What Is Pseudomembranous Colitis?: Pseudomembranous Colitis Antibiotics

Pseudomembranous colitis (PMC), sometimes informally referred to as Pseudomas colitis, is a severe inflammation of the inner lining of the large intestine (colon) that most commonly occurs due to infection with the bacterium Clostridioides difficile (C. diff). The condition gets its name from the pseudomembranes, which are yellowish-white plaques that develop on the surface of the colon during the disease.[1]

In simple terms, it is a serious inflammation of the inner lining of the large intestine (the colon). When the colon becomes severely inflamed, the immune system responds by sending large numbers of white blood cells to fight the infection. This process produces patches of plaque-like material of yellowish-white color on the colon wall.

These patches are the pseudomembranes. They consist of fibrin (a clotting protein), mucus, dead epithelial cells, bacteria, and inflammatory immune cells. They are not actual membranes produced by the body, which is why they are called pseudo (false) membranes.
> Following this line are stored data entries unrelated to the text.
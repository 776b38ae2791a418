// The live Bench board: two technicians on one club night, each with the board open. One moves a
// card (by keyboard, from its menu); the other sees it move within a few seconds without
// reloading. A card being dragged is not yanked away by such a refresh.
import { expect, test, type Browser, type BrowserContext, type Page } from '@playwright/test';
import { DEMO, SCREENSHOTS, signIn } from './support';

const TECH2 = { email: 'tech2@kestrelfen.example', password: 'bench-demo-tech2' };

/** Contexts opened by a test: closed after it, so no open board keeps listening into the next test. */
const opened: BrowserContext[] = [];
test.afterEach(async () => {
  await Promise.all(opened.splice(0).map((c) => c.close()));
});

async function openBoard(browser: Browser, who: { email: string; password: string }): Promise<Page> {
  const context = await browser.newContext();
  opened.push(context);
  const page = await context.newPage();
  await signIn(page, who);
  await page.goto('/board');
  await expect(page.locator('.live-status')).toContainText('Live');
  // Marks this document: a reload or navigation would lose it.
  await page.evaluate(() => ((globalThis as unknown as { rwNoReload: boolean }).rwNoReload = true));
  return page;
}

async function stillSameDocument(page: Page) {
  expect(await page.evaluate(() => (globalThis as unknown as { rwNoReload?: boolean }).rwNoReload)).toBe(true);
}

/** Hands a ticket in at the bench through the API, as the signed-in technician of `page`. */
async function handIn(page: Page, makeModel: string): Promise<string> {
  const xsrf = (await page.context().cookies()).find((c) => c.name === 'XSRF-TOKEN')?.value ?? '';
  const res = await page.request.post('/api/tickets', {
    headers: { 'X-XSRF-TOKEN': xsrf },
    data: {
      equipmentKind: 'transceiver',
      makeModel,
      units: ['main body'],
      faultReported: 'Display stays dark after a power cut.',
      accessories: ['DC lead'],
      reflashConsent: true,
      notifyByEmail: false,
      owner: { name: 'Edmund Rushby', email: 'edmund.rushby@fenmail.example', callSign: 'Q4ERB' },
    },
  });
  expect(res.status(), await res.text()).toBe(201);
  return (await res.json()).tag as string;
}

test('a move on one technician’s board shows on another’s within a few seconds, without reloading', async ({ browser }) => {
  const tobin = await openBoard(browser, DEMO.technician);
  const ysolde = await openBoard(browser, TECH2);

  const tag = await handIn(tobin, `Saltmead Bittern live ${Date.now().toString(36)}`);
  // The new ticket itself reaches both open boards through the stream.
  await expect(tobin.locator(`[data-lane="intake"] [data-tag="${tag}"]`)).toBeVisible({ timeout: 5_000 });
  await expect(ysolde.locator(`[data-lane="intake"] [data-tag="${tag}"]`)).toBeVisible({ timeout: 5_000 });

  // Tobin moves it with the keyboard: focus the card's menu button, open, choose Diagnosis.
  const menuButton = tobin.locator(`[data-tag="${tag}"] .card-menu`);
  await menuButton.focus();
  await tobin.keyboard.press('Enter');
  await expect(tobin.getByRole('menuitem', { name: 'Move to Diagnosis' })).toBeFocused();
  await tobin.keyboard.press('Enter');
  await expect(tobin.locator(`[data-lane="diagnosis"] [data-tag="${tag}"]`)).toBeVisible();
  // Focus came back to the moved card's menu button, in its new lane.
  await expect(tobin.locator(`[data-lane="diagnosis"] [data-tag="${tag}"] .card-menu`)).toBeFocused();

  const started = Date.now();
  await expect(ysolde.locator(`[data-lane="diagnosis"] [data-tag="${tag}"]`)).toBeVisible({ timeout: 5_000 });
  await expect(ysolde.locator(`[data-lane="intake"] [data-tag="${tag}"]`)).toHaveCount(0);
  const seenAfterMs = Date.now() - started;
  expect(seenAfterMs).toBeLessThan(5_000);
  await stillSameDocument(ysolde);
  // The other board took it from the stream, with the technician who took it.
  await expect(ysolde.locator(`[data-tag="${tag}"] .card-tech`)).toContainText('Tobin Marsh');
  await expect(ysolde.locator('.live-status')).toContainText(/Live.*Updated \d\d:\d\d:\d\d/);
  await ysolde.screenshot({ path: `${SCREENSHOTS}/live-board-second-technician.png` });
});

test('a refresh waits while a card is being dragged, then catches up when it is dropped', async ({ browser }) => {
  const tobin = await openBoard(browser, DEMO.technician);
  const ysolde = await openBoard(browser, TECH2);
  const held = await handIn(tobin, `Marram PS-30 held ${Date.now().toString(36)}`);
  const moved = await handIn(tobin, `Fenwick Reedling moved ${Date.now().toString(36)}`);
  const heldCard = ysolde.locator(`[data-lane="intake"] [data-tag="${held}"]`);
  await expect(heldCard).toBeVisible({ timeout: 5_000 });
  await expect(ysolde.locator(`[data-lane="intake"] [data-tag="${moved}"]`)).toBeVisible({ timeout: 5_000 });

  // Ysolde picks a card up and keeps holding it.
  await heldCard.scrollIntoViewIfNeeded();
  const box = (await heldCard.boundingBox())!;
  await ysolde.mouse.move(box.x + box.width / 2, box.y + box.height / 2);
  await ysolde.mouse.down();
  await ysolde.mouse.move(box.x + box.width / 2 + 12, box.y + box.height / 2 + 12, { steps: 5 });
  await expect(ysolde.locator('.cdk-drag-preview')).toHaveCount(1);

  // Meanwhile Tobin moves the other card.
  await tobin.locator(`[data-tag="${moved}"] .card-menu`).click();
  await tobin.getByRole('menuitem', { name: 'Move to Diagnosis' }).click();
  await expect(tobin.locator(`[data-lane="diagnosis"] [data-tag="${moved}"]`)).toBeVisible();

  // Ysolde's board heard about it (it says so) but does not redraw under her hand.
  await expect(ysolde.locator('.live-status')).toContainText('Changes come in when you drop the card', { timeout: 5_000 });
  await expect(ysolde.locator('.cdk-drag-preview')).toHaveCount(1);
  await expect(ysolde.locator(`[data-lane="intake"] [data-tag="${moved}"]`)).toHaveCount(1);

  // She lets go where she picked it up; now the board catches up.
  await ysolde.mouse.move(box.x + box.width / 2, box.y + box.height / 2, { steps: 5 });
  await ysolde.mouse.up();
  await expect(ysolde.locator('.cdk-drag-preview')).toHaveCount(0);
  await expect(ysolde.locator(`[data-lane="diagnosis"] [data-tag="${moved}"]`)).toBeVisible({ timeout: 5_000 });
  await expect(ysolde.locator(`[data-lane="intake"] [data-tag="${held}"]`)).toBeVisible();
  await expect(ysolde.locator('.live-status')).not.toContainText('Changes come in');
  await stillSameDocument(ysolde);
});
The condition can range from mild to life-threatening. In severe cases, it may lead to complications such as toxic megacolon, bowel perforation, sepsis, or dangerously low blood pressure.

Clostridium Difficile and Pseudomembranous Colitis: The Primary Relationship

Clostridioides difficile (also known as C. diff), a bacterium, is the cause of the vast majority of cases of pseudomembranous colitis.[2]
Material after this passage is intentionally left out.